### What you have to do
Could you tally the lines in the listing below that include the word "ones"? Respond with the total alone.

### Dataset
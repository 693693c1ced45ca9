"""Bracketed series: checks, relative exposures and camera-response recovery.

References
----------
- P. E. Debevec, J. Malik, "Recovering High Dynamic Range Radiance Maps from Photographs",
  Proc. SIGGRAPH '97, 369-378, doi:10.1145/258734.258884 (OpenCV ``createCalibrateDebevec``).
- M. A. Robertson, S. Borman, R. L. Stevenson, "Estimation-theoretic approach to dynamic range
  enhancement using multiple exposures", J. Electronic Imaging 12(2), 219-228 (2003); OpenCV
  ``createCalibrateRobertson`` implements the 1999 conference version.
- Relative exposure of a frame: ``t S / N^2`` (ISO 12232 focal-plane exposure at fixed scene
  luminance scales with t / N^2; the linear signal of saturation speed S with S).

OpenCV returns a 256-entry inverse response per channel at an arbitrary scale; it is
normalised here to 1 at code 255 (extrapolated in log from codes 200-240, because the top
codes are clipped in every frame), made monotonic, and its consistency is measured: the RMS
of ``log((v_j / e_j) / (v_i / e_i))`` over pixels at 5-95 % of the code range in both frames.
"""

from __future__ import annotations

from dataclasses import dataclass

import cv2
import numpy as np

from ..errors import BeamshotError
from ..photo import Photo
from .response import Response

__all__ = ["MIN_FRAMES", "MOVE_LIMIT_PX", "ResponseFit", "relative_exposures", "check_alignment",
           "recover_response", "consistency_rms"]

MIN_FRAMES = 3
#: A frame shifted by more than this many pixels (at 1024 px across) against its neighbour is refused.
MOVE_LIMIT_PX = 1.5
_CODE_LO, _CODE_HI = 13, 242  # 5 % and 95 % of 255
_SAMPLES = 600
_BLOCK = 8
_ALIGN_SIDE = 1024
_ALIGN_SEARCH = 40  # pixels searched in each direction at 1024 px across


@dataclass(frozen=True)
class ResponseFit:
    """A recovered response with its quality figures."""

    response: Response
    method: str
    consistency_rms: float
    monotonic_fixes: int
    exposures: tuple[float, ...]
    warnings: tuple[str, ...]

    def quality(self) -> dict:
        return {"method": self.method, "consistency_rms": self.consistency_rms,
                "monotonic_fixes": self.monotonic_fixes, "frames": len(self.exposures),
                "relative_exposures": list(self.exposures), "warnings": list(self.warnings)}


def relative_exposures(photos: list[Photo], times: list[float] | None = None) -> np.ndarray:
    """``t S / N^2`` per frame from EXIF (or explicit ``times`` in seconds); refuses missing facts."""
    if times is not None:
        if len(times) != len(photos):
            raise BeamshotError(f"{len(times)} exposure times for {len(photos)} photos; give one per photo")
        return np.asarray(times, float)
    out = []
    for p in photos:
        e = p.exif.exposure_product()
        if e is None:
            raise BeamshotError(f"{p.name}: the EXIF lacks exposure time, f-number or ISO; "
                                "give the exposure times with --times")
        out.append(e)
    return np.asarray(out, float)


def _check_sizes(photos: list[Photo]) -> None:
    shape = photos[0].shape
    for p in photos[1:]:
        if p.shape != shape:
            raise BeamshotError(f"{p.name}: {p.shape[1]}x{p.shape[0]} differs from {photos[0].name} "
                                f"({shape[1]}x{shape[0]}); a bracket must come from one camera and position")


def check_alignment(photos: list[Photo], exposures: np.ndarray) -> list[float]:
    """Shift (px at 1024 px across) of each frame against the next brighter one; refuses a moved frame.

    Normalised cross-correlation (OpenCV ``matchTemplate``) of the gradient magnitude of the log
    images, limited to the area both frames expose well: exposure differences vanish in the
    gradient of the log, and clipped areas carry no weight.
    """
    order = np.argsort(exposures)
    scale = _ALIGN_SIDE / max(photos[0].shape)
    logs = []
    for i in order:
        small = cv2.resize(photos[i].bgr, None, fx=scale, fy=scale, interpolation=cv2.INTER_AREA)
        g = cv2.cvtColor(small, cv2.COLOR_BGR2GRAY).astype(np.float32) / (photos[i].max_code)
        logs.append((i, g))
    shifts = []
    for (i, a), (j, b) in zip(logs[:-1], logs[1:]):
        good = ((a > 0.02) & (a < 0.95) & (b > 0.02) & (b < 0.95)).astype(np.float32)
        if good.mean() < 0.02:
            shifts.append(0.0)
            continue
        # edges of the log image (exposure differences vanish in the gradient), weighted by a
        # blurred mask of the area both frames expose well, so the mask itself adds no edges
        weight = cv2.GaussianBlur(cv2.erode(good, np.ones((5, 5), np.uint8)), (0, 0), 3.0)
        feats = []
        for g in (a, b):
            lg = np.log(np.clip(g, 1e-3, 1.0)).astype(np.float32)
            gx = cv2.Sobel(lg, cv2.CV_32F, 1, 0, ksize=3)
            gy = cv2.Sobel(lg, cv2.CV_32F, 0, 1, ksize=3)
            feats.append(np.sqrt(gx * gx + gy * gy) * weight)
        # normalised cross-correlation of the central part of one frame over the other
        m = _ALIGN_SEARCH
        score = cv2.matchTemplate(feats[0], feats[1][m:-m, m:-m], cv2.TM_CCOEFF_NORMED)
        _, _, _, (px, py) = cv2.minMaxLoc(score)
        shift = float(np.hypot(px - m, py - m))
        if shift > MOVE_LIMIT_PX:
            raise BeamshotError(f"{photos[j].name}: moved by {shift / scale:.0f} px against {photos[i].name}; "
                                "use a tripod and a remote release, and shoot the bracket again")
        shifts.append(shift)
    return shifts


def _blocks(photo: Photo) -> tuple[np.ndarray, np.ndarray]:
    """Block means and block standard deviations of the codes, ``(h, w, 3)`` float32 each.

    Averaging a nearly uniform block cuts pixel noise by the block side (8) and avoids the
    selection bias of picking noisy single pixels by their value.
    """
    h, w = photo.shape
    b = _BLOCK
    img = photo.bgr[: h // b * b, : w // b * b].astype(np.float32)
    size = (w // b, h // b)
    mean = cv2.resize(img, size, interpolation=cv2.INTER_AREA)
    sq = cv2.resize(img * img, size, interpolation=cv2.INTER_AREA)
    std = np.sqrt(np.maximum(sq - mean * mean, 0.0))
    return mean[..., ::-1], std[..., ::-1]  # R G B


def consistency_rms(photos: list[Photo], exposures: np.ndarray, response: Response) -> float:
    """Systematic disagreement between adjacent frames after linearisation (relative RMS).

    On smooth 8 x 8 blocks at 5-95 % of the code range in both frames, the log ratio of
    exposure-normalised linear values is binned by code (16 bins); the RMS over bins of the
    per-bin medians measures the curve's error while noise averages out.
    """
    order = np.argsort(exposures)
    blocks = {i: _blocks(photos[i]) for i in order}
    medians = []
    for (i, j) in zip(order[:-1], order[1:]):
        (ma, sa), (mb, sb) = blocks[i], blocks[j]
        for c in range(3):
            a, b = ma[..., c].ravel(), mb[..., c].ravel()
            ok = ((a >= _CODE_LO) & (a <= _CODE_HI) & (b >= _CODE_LO) & (b <= _CODE_HI)
                  & (sa[..., c].ravel() < 0.1 * a + 2) & (sb[..., c].ravel() < 0.1 * b + 2))
            if ok.sum() < 20:
                continue
            va = _decode_codes(response, a[ok] / 255.0, c) / exposures[i]
            vb = _decode_codes(response, b[ok] / 255.0, c) / exposures[j]
            r = np.log(vb / va)
            bins = (b[ok] // 16).astype(int)
            for k in np.unique(bins):
                sel = r[bins == k]
                if len(sel) >= 10:
                    medians.append(float(np.median(sel)))
    if not medians:
        raise BeamshotError("the bracket has too few areas exposed well in two frames; use steps of 1-2 stops")
    return float(np.sqrt(np.mean(np.square(medians))))


def _decode_codes(response: Response, v: np.ndarray, channel: int) -> np.ndarray:
    if response.kind == "table":
        t = np.asarray(response.table[channel], float)
        return np.interp(v, np.linspace(0, 1, len(t)), t)
    return response.decode(v)


def _sample_frames(photos: list[Photo], exposures: np.ndarray) -> list[np.ndarray]:
    """Tiny frames made of chosen sample blocks, for OpenCV's calibrators.

    OpenCV samples a regular grid, which on a beam photo lands mostly on dark wall.  Instead we
    take block-mean codes of smooth 8 x 8 blocks, stratified over the code range of every
    frame so each part of the curve is seen at several exposures, and hand OpenCV frames that
    consist of exactly those blocks (its grid then covers all of them).
    """
    rng = np.random.default_rng(0)
    blocks = [_blocks(p) for p in photos]
    smooth_ok = np.ones(blocks[0][0].shape[:2], bool)
    for mean, std in blocks:
        smooth_ok &= np.all(std < 0.1 * mean + 2.0, axis=2)
    chosen = set()
    per_bin = max(4, _SAMPLES // (16 * len(photos)))
    for mean, _ in blocks:
        g = mean[..., 1]
        for lo in range(0, 256, 16):
            idx = np.flatnonzero(smooth_ok & (g >= lo) & (g < lo + 16))
            if len(idx):
                chosen.update(rng.choice(idx, size=min(per_bin, len(idx)), replace=False).tolist())
    if len(chosen) < 50:
        raise BeamshotError("the bracket shows too few smooth areas; photograph an evenly lit, still scene "
                            "with a wide range of brightness")
    idx = np.array(sorted(chosen))
    side = int(np.ceil(np.sqrt(len(idx))))
    pad = side * side - len(idx)
    idx = np.r_[idx, idx[:pad]] if pad else idx
    frames = []
    for mean, _ in blocks:
        rgb = np.clip(np.round(mean.reshape(-1, 3)[idx]), 0, 255).astype(np.uint8)
        frames.append(np.ascontiguousarray(rgb.reshape(side, side, 3)[..., ::-1]))  # back to B G R
    return frames


def recover_response(photos: list[Photo], *, method: str = "debevec", times: list[float] | None = None) -> ResponseFit:
    """Recover the camera response from a bracket of 8-bit photos of a still scene."""
    if len(photos) < MIN_FRAMES:
        raise BeamshotError(f"a bracket needs at least {MIN_FRAMES} photos (5-9 recommended), got {len(photos)}")
    _check_sizes(photos)
    if any(p.max_code != 255 for p in photos):
        raise BeamshotError("response recovery works on 8-bit photos; 16-bit and raw files are already linear")
    exposures = relative_exposures(photos, times)
    if len(np.unique(np.round(np.log2(exposures), 2))) < len(exposures):
        raise BeamshotError("two photos of the bracket have the same exposure; vary the exposure time by 1-2 stops")
    warnings = []
    steps = np.diff(np.sort(np.log2(exposures)))
    if np.any(steps > 3.0):
        warnings.append(f"exposure steps of up to {steps.max():.1f} stops; 1-2 stops give a better curve")
    check_alignment(photos, exposures)
    frames = _sample_frames(photos, exposures)
    t = exposures.astype(np.float32) / np.float32(exposures.max())
    if method == "debevec":
        cal = cv2.createCalibrateDebevec(frames[0].shape[0] * frames[0].shape[1], 10.0, False)
    elif method == "robertson":
        cal = cv2.createCalibrateRobertson(30, 0.01)
    else:
        raise BeamshotError(f"unknown response method {method!r}; use debevec or robertson")
    raw = cal.process(frames, t).reshape(256, 3)[:, ::-1].astype(np.float64)  # B G R -> R G B
    table = np.empty((3, 256))
    fixes = 0
    codes = np.arange(256)

    for c in range(3):
        g = raw[:, c]
        seen = np.isfinite(g) & (g > 0)
        if seen.sum() < 64:
            raise BeamshotError("the bracket covers too few levels to recover a curve; photograph a scene "
                                "with a wide range of brightness")
        # codes never observed (OpenCV leaves NaN) are interpolated in log between observed ones
        g = np.exp(np.interp(codes, codes[seen], np.log(g[seen])))
        fit = np.polyfit(codes[200:241], np.log(g[200:241]), 1)
        top = float(np.exp(np.polyval(fit, 255)))
        col = g / top
        mono = np.maximum.accumulate(col)
        fixes += int(np.sum(mono[_CODE_LO:_CODE_HI] > col[_CODE_LO:_CODE_HI] * (1 + 1e-9)))
        col = mono
        col[241:] = np.minimum(np.exp(np.polyval(fit, codes[241:])) / top, 1.0)
        col = np.maximum.accumulate(col)
        col[255] = 1.0
        col[0] = 0.0
        table[c] = col
    response = Response(kind="table", table=tuple(tuple(float(x) for x in row) for row in table))
    if fixes:
        warnings.append(f"the recovered curve was not monotonic at {fixes} codes and was corrected; "
                        "the bracket may be too short or the scene too flat")
    rms = consistency_rms(photos, exposures, response)
    if rms > 0.05:
        warnings.append(f"frames agree only within {rms:.1%} after linearisation; check that the scene and "
                        "light stayed still and that no automatic processing changed between frames")
    return ResponseFit(response=response, method=f"{method} (OpenCV {cv2.__version__})", consistency_rms=rms,
                       monotonic_fixes=fixes, exposures=tuple(float(e) for e in exposures),
                       warnings=tuple(warnings))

### Worked solution
3